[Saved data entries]
━━━━━━━━━━━━━━━━━━━━━━━━━━━━━━

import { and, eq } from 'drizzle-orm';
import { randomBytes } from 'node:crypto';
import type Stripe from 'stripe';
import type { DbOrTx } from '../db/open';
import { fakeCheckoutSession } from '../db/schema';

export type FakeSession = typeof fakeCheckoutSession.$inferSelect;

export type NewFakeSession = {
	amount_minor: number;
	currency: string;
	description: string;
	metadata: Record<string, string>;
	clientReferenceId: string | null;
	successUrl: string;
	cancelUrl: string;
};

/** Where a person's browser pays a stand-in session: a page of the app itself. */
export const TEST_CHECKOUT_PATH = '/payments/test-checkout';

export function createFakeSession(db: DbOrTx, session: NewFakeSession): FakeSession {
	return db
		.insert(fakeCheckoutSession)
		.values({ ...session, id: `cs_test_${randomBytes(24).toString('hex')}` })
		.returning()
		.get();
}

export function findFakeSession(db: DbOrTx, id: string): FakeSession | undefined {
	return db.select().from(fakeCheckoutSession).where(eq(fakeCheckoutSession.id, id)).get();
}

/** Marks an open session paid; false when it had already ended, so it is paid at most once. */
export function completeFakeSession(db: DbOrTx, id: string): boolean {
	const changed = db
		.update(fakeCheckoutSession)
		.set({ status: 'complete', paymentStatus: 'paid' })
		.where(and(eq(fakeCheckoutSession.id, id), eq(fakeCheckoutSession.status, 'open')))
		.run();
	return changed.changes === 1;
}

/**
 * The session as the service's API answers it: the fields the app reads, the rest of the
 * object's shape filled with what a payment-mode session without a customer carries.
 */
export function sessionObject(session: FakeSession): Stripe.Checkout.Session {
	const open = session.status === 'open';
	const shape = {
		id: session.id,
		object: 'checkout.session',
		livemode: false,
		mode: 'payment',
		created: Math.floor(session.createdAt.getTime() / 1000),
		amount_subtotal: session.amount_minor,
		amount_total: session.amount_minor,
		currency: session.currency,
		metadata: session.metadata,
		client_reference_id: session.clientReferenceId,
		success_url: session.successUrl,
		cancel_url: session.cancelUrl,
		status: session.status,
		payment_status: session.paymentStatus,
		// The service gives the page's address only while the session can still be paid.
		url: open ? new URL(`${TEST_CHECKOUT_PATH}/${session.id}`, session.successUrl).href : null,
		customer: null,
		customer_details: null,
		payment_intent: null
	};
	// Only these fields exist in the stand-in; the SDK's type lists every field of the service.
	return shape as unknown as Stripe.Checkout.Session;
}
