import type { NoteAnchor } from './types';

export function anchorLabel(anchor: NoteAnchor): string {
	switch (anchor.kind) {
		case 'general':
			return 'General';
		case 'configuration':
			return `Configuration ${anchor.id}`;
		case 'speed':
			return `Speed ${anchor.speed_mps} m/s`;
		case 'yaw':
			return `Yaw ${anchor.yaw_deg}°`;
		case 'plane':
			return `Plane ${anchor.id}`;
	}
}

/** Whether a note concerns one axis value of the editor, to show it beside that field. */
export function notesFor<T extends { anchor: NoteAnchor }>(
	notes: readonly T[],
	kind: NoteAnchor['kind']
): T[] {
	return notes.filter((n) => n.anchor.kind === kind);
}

━━━━━━━━━━━━━━━━━━━━━━━━━━━━━━

*WHAT YOU WILL DO*: Give the entries again, every one of them exactly.

*EXERCISE ANSWER*:
import { and, eq } from 'drizzle-orm';
import { randomBytes } from 'node:crypto';
import type Stripe from 'stripe';
import type { DbOrTx } from '../db/open';
import { fakeCheckoutSession } from '../db/schema';

export type FakeSession = typeof fakeCheckoutSession.$inferSelect;

export type NewFakeSession = {
	amount_minor: number;
	currency: string;
	description: string;
	metadata: Record<string, string>;
	clientReferenceId: string | null;
	successUrl: string;
	cancelUrl: string;
};

/** Where a person's browser pays a stand-in session: a page of the app itself. */
export const TEST_CHECKOUT_PATH = '/payments/test-checkout';

export function createFakeSession(db: DbOrTx, session: NewFakeSession): FakeSession {
	return db
		.insert(fakeCheckoutSession)
		.values({ ...session, id: `cs_test_${randomBytes(24).toString('hex')}` })
		.returning()
		.get();
}

export function findFakeSession(db: DbOrTx, id: string): FakeSession | undefined {
	return db.select().from(fakeCheckoutSession).where(eq(fakeCheckoutSession.id, id)).get();
}

/** Marks an open session paid; false when it had already ended, so it is paid at most once. */
export function completeFakeSession(db: DbOrTx, id: string): boolean {
	const changed = db
		.update(fakeCheckoutSession)
		.set({ status: 'complete', paymentStatus: 'paid' })
		.where(and(eq(fakeCheckoutSession.id, id), eq(fakeCheckoutSession.status, 'open')))
		.run();
	return changed.changes === 1;
}

/**
 * The session as the service's API answers it: the fields the app reads, the rest of the
 * object's shape filled with what a payment-mode session without a customer carries.
 */
export function sessionObject(session: FakeSession): Stripe.Checkout.Session {
	const open = session.status === 'open';
	const shape = {
		id: session.id,
		object: 'checkout.session',
		livemode: false,
		mode: 'payment',
		created: Math.floor(session.createdAt.getTime() / 1000),
		amount_subtotal: session.amount_minor,
		amount_total: session.amount_minor,
		currency: session.currency,
		metadata: session.metadata,
		client_reference_id: session.clientReferenceId,
		success_url: session.successUrl,
		cancel_url: session.cancelUrl,
		status: session.status,
		payment_status: session.paymentStatus,
		// The service gives the page's address only while the session can still be paid.
		url: open ? new URL(`${TEST_CHECKOUT_PATH}/${session.id}`, session.successUrl).href : null,
		customer: null,
		customer_details: null,
		payment_intent: null
	};
	// Only these fields exist in the stand-in; the SDK's type lists every field of the service.
	return shape as unknown as Stripe.Checkout.Session;
}
import type { NoteAnchor } from './types';

export function anchorLabel(anchor: NoteAnchor): string {
	switch (anchor.kind) {
		case 'general':
			return 'General';
		case 'configuration':
			return `Configuration ${anchor.id}`;
		case 'speed':
			return `Speed ${anchor.speed_mps} m/s`;
		case 'yaw':
			return `Yaw ${anchor.yaw_deg}°`;
		case 'plane':
			return `Plane ${anchor.id}`;
	}
}

/** Whether a note concerns one axis value of the editor, to show it beside that field. */
export function notesFor<T extends { anchor: NoteAnchor }>(
	notes: readonly T[],
	kind: NoteAnchor['kind']
): T[] {
	return notes.filter((n) => n.anchor.kind === kind);
}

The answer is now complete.